By the end of Tuesday we had seen most of what we wanted to see in Prague, so on Wednesday we saw some lesser-known sites recommended by the guidebook, and by Aharon. We started the day at the Vysehrad Castle, with is smaller and less well-known than the main Prague Castle. The castle has an incredibly elaborate cemetery and the Church of Saints Peter and Paul. The views from the castle were beautiful and very different than many of the views that we had seen so far. Since the castle was on the right side of the river and far south of most of the places we visited, it was interesting to see this new view of the city.


From the castle, we walked down the hill and took the tram up to the dancing building. This building is quite new, completed in 1996 by Frank Gehry. The house is nicknamed "Fred and Ginger," as it was designed to resemble a pair of dancers. From there we continued up the river and took the tram up to Strahov Monestary. While the monastery itself was beautiful, my favorite part was the restaurant overlooking the city where we had lunch. The food was delicious, and the view was absolutely spectacular. If you have some time when in Prague, I highly recommend visiting and eating there. From the monastery we headed down to the Vrtbov Gardens, which were a recommendation of our guide Aharon. And he was right, they were just beautiful. The gardens climb a series of terraces, from which you can see the whole city. Our next stop was at the Vystaviste iron building, which boasts a dancing water show. Unfortunately, the water show is only at night, so we stayed long enough to see a few buildings then took the tram over to the Zizkov TV tower.
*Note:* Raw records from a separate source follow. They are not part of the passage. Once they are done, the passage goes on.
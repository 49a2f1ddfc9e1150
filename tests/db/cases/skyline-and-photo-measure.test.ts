import { eq } from 'drizzle-orm';
import { beforeAll, describe, expect, test } from 'vitest';
import { db } from '#db/client.server.ts';
import { getReconstructionSource } from '#db/queries/reconstructions.server.ts';
import { logEntries, scenes, sites } from '#db/schema/all.ts';
import type { Actor } from '#app/domain/roles.ts';
import { draftInput } from '#app/domain/reconstruction-draft.ts';
import { loader as sheetLoader } from '#app/routes/cases/measurement-sheet.tsx';
import { action as measureAction, loader as measureLoader } from '#app/routes/cases/photo-measure.tsx';
import { loader as sceneLoader } from '#app/routes/cases/scene.tsx';
import { action as skylineAction, loader as skylineLoader } from '#app/routes/cases/skyline.tsx';
import { saveCaseSkyline, saveSiteSkyline, skylineBase } from '#app/services/scenes/save-skyline.server.ts';
import { contextFor, eventsAbout, refusal } from '#tests/db/auth/stage.ts';
import { createActor, createCase, createHouse, createPhoto, createScene, createSite } from '#tests/support/factories.ts';
import type { House } from '#tests/support/factories.ts';

let house: House;
beforeAll(async () => {
  house = await createHouse();
});

const paste = 'bearing,elevation,plus minus,source,tree,what\n100,9,0.5,clinometer,,Grain House\n200,11,2,panorama,bare,Lime trees';
const newestOf = async (caseId: string) => (await db.select().from(scenes).where(eq(scenes.caseId, caseId))).sort((a, b) => b.version - a.version)[0];
const linesOf = (caseId: string) => db.select().from(logEntries).where(eq(logEntries.caseId, caseId)).orderBy(logEntries.sequence);

function args<Params extends Record<string, string>>(actor: Actor, params: Params, path: string, fields?: Readonly<Record<string, string>>) {
  const url = new URL(`http://scorchline.test${path}`);
  return { request: new Request(url, fields ? { method: 'POST', body: new URLSearchParams(fields) } : {}), params, context: contextFor(actor), url };
}
const statusOf = (thrown: unknown) => (thrown as { init?: { status: number } }).init?.status;

describe('the skyline of a case', () => {
  const save = (actor: Actor, caseNumber: number, baseVersion: number, typed: Record<string, string> = { paste }) => saveCaseSkyline({ actor, caseNumber, baseVersion, note: 'Clinometer from the shelf.', typed });

  test('becomes a new version of the measurements; nothing else of them changes', async () => {
    const row = await createCase('investigation', { site: house.site });
    await createScene({ caseId: row.id, scene: { optic: { kind: 'dish', diameterMm: { value: 1400, method: 'measured' } } } });
    expect(await save(house.investigator, row.number, 1)).toBe(2);
    const { scene } = (await newestOf(row.id)) ?? {};
    expect(scene?.optic.diameterMm?.value).toBe(1400);
    expect(scene?.skyline).toMatchObject({ plusMinusDeg: 2, points: [{ azimuthDeg: 100, name: 'Grain House' }, { azimuthDeg: 200, leaf: 'bare', source: 'panorama' }] });
    expect((await linesOf(row.id)).at(-1)).toMatchObject({ event: 'scene.saved', reason: 'Clinometer from the shelf.' });
  });

  test('taken away leaves that of the site to a run', async () => {
    const skyline = { points: [{ azimuthDeg: 90, elevationDeg: 3 }, { azimuthDeg: 270, elevationDeg: 4 }], plusMinusDeg: 1, source: 'drawing' as const };
    const site = await createSite({ organisationId: house.organisation.id, skyline });
    const row = await createCase('investigation', { site });
    await save(house.investigator, row.number, 0);
    await save(house.investigator, row.number, 1, {});
    const source = await getReconstructionSource(db, { actor: house.investigator, caseNumber: row.number });
    expect(source ? draftInput(source, new Date('2026-06-01T00:00:00Z')).input?.skyline?.points.map((point) => point.azimuthDeg) : null).toEqual([90, 270]);
  });

  test('is refused on an older version, without a note, and with a cell that cannot be read', async () => {
    const row = await createCase('investigation', { site: house.site });
    await save(house.investigator, row.number, 0);
    expect((await refusal(save(house.investigator, row.number, 0, { paste: '1,2\n3,4' }))).code).toBe('conflict');
    const path = `/cases/${row.number}/skyline`;
    const answer: unknown = await skylineAction({ ...args(house.investigator, { caseNumber: String(row.number) }, path, { baseVersion: '1', note: '', 'row.0.azimuthDeg': 'north', 'row.0.elevationDeg': '4' }), pattern: '/cases/:caseNumber/skyline' });
    expect(answer).toMatchObject({ data: { fieldErrors: { note: [expect.any(String)], 'row.0.azimuthDeg': [expect.any(String)] }, typed: { 'row.0.azimuthDeg': 'north' } }, init: { status: 400 } });
  });

  test.each(['reporter', 'reviewer', 'manager', 'privacyLead', 'administrator'] as const)('is not changed by the %s', async (who) => {
    const row = await createCase('investigation', { site: house.site });
    expect(['forbidden', 'not-found']).toContain((await refusal(save(house[who], row.number, 0))).code);
    expect(await newestOf(row.id)).toBeUndefined();
  });
});

describe('the skyline of a site', () => {
  const save = (actor: Actor, siteCode: string, base = 'none', typed: Record<string, string> = { paste }) => saveSiteSkyline({ actor, siteCode, base: base === 'none' ? skylineBase(null) : base, note: 'From the roof plan.', typed });

  test('is measured by an investigator, the manager or an administrator, logged once, and read by runs of its cases', async () => {
    for (const who of ['investigator', 'manager', 'administrator'] as const) {
      const site = await createSite({ organisationId: house.organisation.id });
      await save(house[who], site.code);
      const [row] = await db.select().from(sites).where(eq(sites.id, site.id));
      expect(row?.skyline?.points).toHaveLength(2);
      await save(house[who], site.code, skylineBase(row?.skyline ?? null));
      expect(await eventsAbout(site.id)).toEqual(['site.skyline-saved']);
    }
  });

  test('is not changed by others, nor by the manager of another site, nor from another house', async () => {
    const site = await createSite({ organisationId: house.organisation.id });
    const elsewhere = await createActor(house.organisation.id, { role: 'manager', siteId: house.site.id });
    for (const actor of [house.reporter, house.reviewer, house.privacyLead, elsewhere]) expect((await refusal(save(actor, site.code))).code).toBe('forbidden');
    expect((await refusal(save((await createHouse()).investigator, site.code))).code).toBe('not-found');
  });

  test('saved by somebody meanwhile is not overwritten unseen', async () => {
    const site = await createSite({ organisationId: house.organisation.id });
    const outcomes = await Promise.allSettled([save(house.manager, site.code), save(house.investigator, site.code, 'none', { paste: '1,2\n3,4' })]);
    expect(outcomes.map((outcome) => outcome.status).sort()).toEqual(['fulfilled', 'rejected']);
  });
});

describe('a mark measured on a photo', () => {
  const typed = { intent: 'use-photo', kind: 'rectangle', widthMm: '100', heightMm: '50', sizePlusMinusMm: '0.5', clickPx: '2', edgeBearingDeg: '90', edgePlusMinusDeg: '2', ax: '100', ay: '100', bx: '1100', by: '100', cx: '1100', cy: '600', dx: '100', dy: '600', px: '300', py: '300', qx: '700', qy: '300', rx: '500', ry: '280', sx: '500', sy: '330' };
  async function setting(state: 'investigation' | 'findings' = 'investigation') {
    const row = await createCase(state, { site: house.site });
    const photo = await createPhoto({ caseId: row.id, label: 3, state: 'ready', viewKey: 'views/x.jpg' });
    return { row, photo };
  }
  const post = (actor: Actor, caseNumber: number, photoId: string, fields: Record<string, string>) => measureAction({ ...args(actor, { caseNumber: String(caseNumber), photoId }, `/cases/${caseNumber}/photos/${photoId}/measure`, fields), pattern: '/cases/:caseNumber/photos/:photoId/measure' });

  test('is worked out again by the server: ten pixels a millimetre, 40 mm long to the east, 5 mm wide, with the points in the log', async () => {
    const { row, photo } = await setting();
    const answer = await post(house.investigator, row.number, photo.id, { ...typed, baseVersion: '0' });
    expect(answer).toBeInstanceOf(Response);
    const stored = await newestOf(row.id);
    expect(stored?.scene.mark).toMatchObject({ lengthMm: { value: 40, method: 'photo' }, widthMm: { value: 5, method: 'photo' }, trailHeadingDeg: { value: 90, method: 'photo' } });
    expect(stored?.scene.mark.lengthMm?.plusMinus).toBeGreaterThan(0);
    expect(stored?.note).toBe(`Mark measured on photo ${row.number}-3: rectangle 100 × 50 mm ±0.5 mm, clicks ±2 px.`);
    expect((await linesOf(row.id)).at(-1)?.after).toMatchObject({ photoId: photo.id, photoSha256: photo.sha256, clicks: { clickPx: 2 } });
  });

  test('with crossed corners, missing points or a photo of another case is refused and nothing is stored', async () => {
    const { row, photo } = await setting();
    const crossed: unknown = await post(house.investigator, row.number, photo.id, { ...typed, baseVersion: '0', bx: '1100', by: '600', cx: '1100', cy: '100' });
    expect(crossed).toMatchObject({ data: { fieldErrors: { ax: [expect.stringContaining('cross')] } } });
    const missing: unknown = await post(house.investigator, row.number, photo.id, { ...typed, baseVersion: '0', qx: '' });
    expect(missing).toMatchObject({ data: { fieldErrors: { qx: [expect.stringContaining('missing')] }, typed: { px: '300' } } });
    const other = await setting();
    expect(statusOf(await post(house.investigator, row.number, other.photo.id, { ...typed, baseVersion: '0' }).catch((thrown: unknown) => thrown))).toBe(404);
    expect(await newestOf(row.id)).toBeUndefined();
  });

  test('is read, not used, by the reviewer, and not changed while the finding is in review', async () => {
    const { row, photo } = await setting();
    const view = await measureLoader({ ...args(house.reviewer, { caseNumber: String(row.number), photoId: photo.id }, '/x'), pattern: '/cases/:caseNumber/photos/:photoId/measure' });
    expect(view).toMatchObject({ mayEdit: false, label: `${row.number}-3` });
    expect(await post(house.reviewer, row.number, photo.id, { ...typed, baseVersion: '0' })).toMatchObject({ init: { status: 403 } });
    const review = await setting('findings');
    expect(await post(house.investigator, review.row.number, review.photo.id, { ...typed, baseVersion: '0' })).toMatchObject({ init: { status: 403 } });
  });
});

describe('sheet, scene and skyline pages', () => {
  test('show what is measured to those who read measurements, and nothing to others', async () => {
    const row = await createCase('investigation', { site: house.site, reporterId: house.reporter.userId });
    await createScene({ caseId: row.id, scene: { optic: { kind: 'dish', diameterMm: { value: 1400, plusMinus: 5, method: 'measured', by: 'A. Measurer', on: '2026-05-10' } } } });
    const params = { caseNumber: String(row.number) };
    const sheet = await sheetLoader({ ...args(house.manager, params, `/cases/${row.number}/measurements/sheet?paper=letter`), pattern: '/cases/:caseNumber/measurements/sheet' });
    expect(sheet.paper).toBe('letter');
    expect(sheet.code.url).toBe(`http://scorchline.test/cases/${row.number}/measurements`);
    expect(sheet.groups.flatMap((group) => group.rows).find((line) => line.label === 'Diameter')).toMatchObject({ value: '1400', plusMinus: '5', by: 'A. Measurer', on: '10 May 2026' });
    expect((await sceneLoader({ ...args(house.reviewer, params, '/x'), pattern: '/cases/:caseNumber/scene' })).mayEdit).toBe(false);
    expect((await skylineLoader({ ...args(house.reviewer, params, '/x'), pattern: '/cases/:caseNumber/skyline' })).rows).toEqual([]);
    for (const open of [() => sheetLoader({ ...args(house.reporter, params, '/x'), pattern: '/cases/:caseNumber/measurements/sheet' }), () => sceneLoader({ ...args(house.reporter, params, '/x'), pattern: '/cases/:caseNumber/scene' }), () => skylineLoader({ ...args(house.reporter, params, '/x'), pattern: '/cases/:caseNumber/skyline' })]) {
      expect(statusOf(await open().catch((thrown: unknown) => thrown))).toBe(403);
    }
  });
});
Zizkov TV Tower is the tallest tower in Prague, build between 1985 and 1992. In 2000, it was decorated with climbing babies, which were pretty fun to see. On our walk to the metro we passed the Former Jewish Cemetery where Kafka is buried, then walked past a beautiful church and farmers market. We took the metro to Namesti Miru, and had more delicious gelato (I had yogurt flavor, Jeremy had orange) before meeting Alison at the church. Alison is a friend of ours from San Diego who is spending the year teaching in Prague. She took us to a fantastic local beer garden and introduced us to Gambrinus, a local Czech beer. It's always so nice to see friends from home, especially so far away!


From there we headed ran over to Mala Strana to try to buy some incredible mugs that we had seen in one of the stores, but unfortunately the store was closed. We jumped back on the metro and headed back to the hotel, just in time to grab our backpacks and head to the airport.


Some concluding thoughts:

  • Prague is an incredible beautiful city. If you've never been, I would definitely add it to your list.
  • I'm pretty glad that the weather on the internet can't be completely trusted. We were expecting rain and thunderstorms the entire 4 days we were there but only had a little rain during lunch on Monday and just a little more on Wednesday (we only had to briefly pull our our umbrellas and rain gear).
  • This is the first time that I've travelled with just a small backpack. Traveling light was pretty fantastic.
  • Water in Prague is more expensive than beer. Also, most of the food there is based around meat and potatoes since during the communist era people were only allowed one cookbook and goulash was the most common food.
  • We can, in fact, exist for 4 full days without a computer. Go us.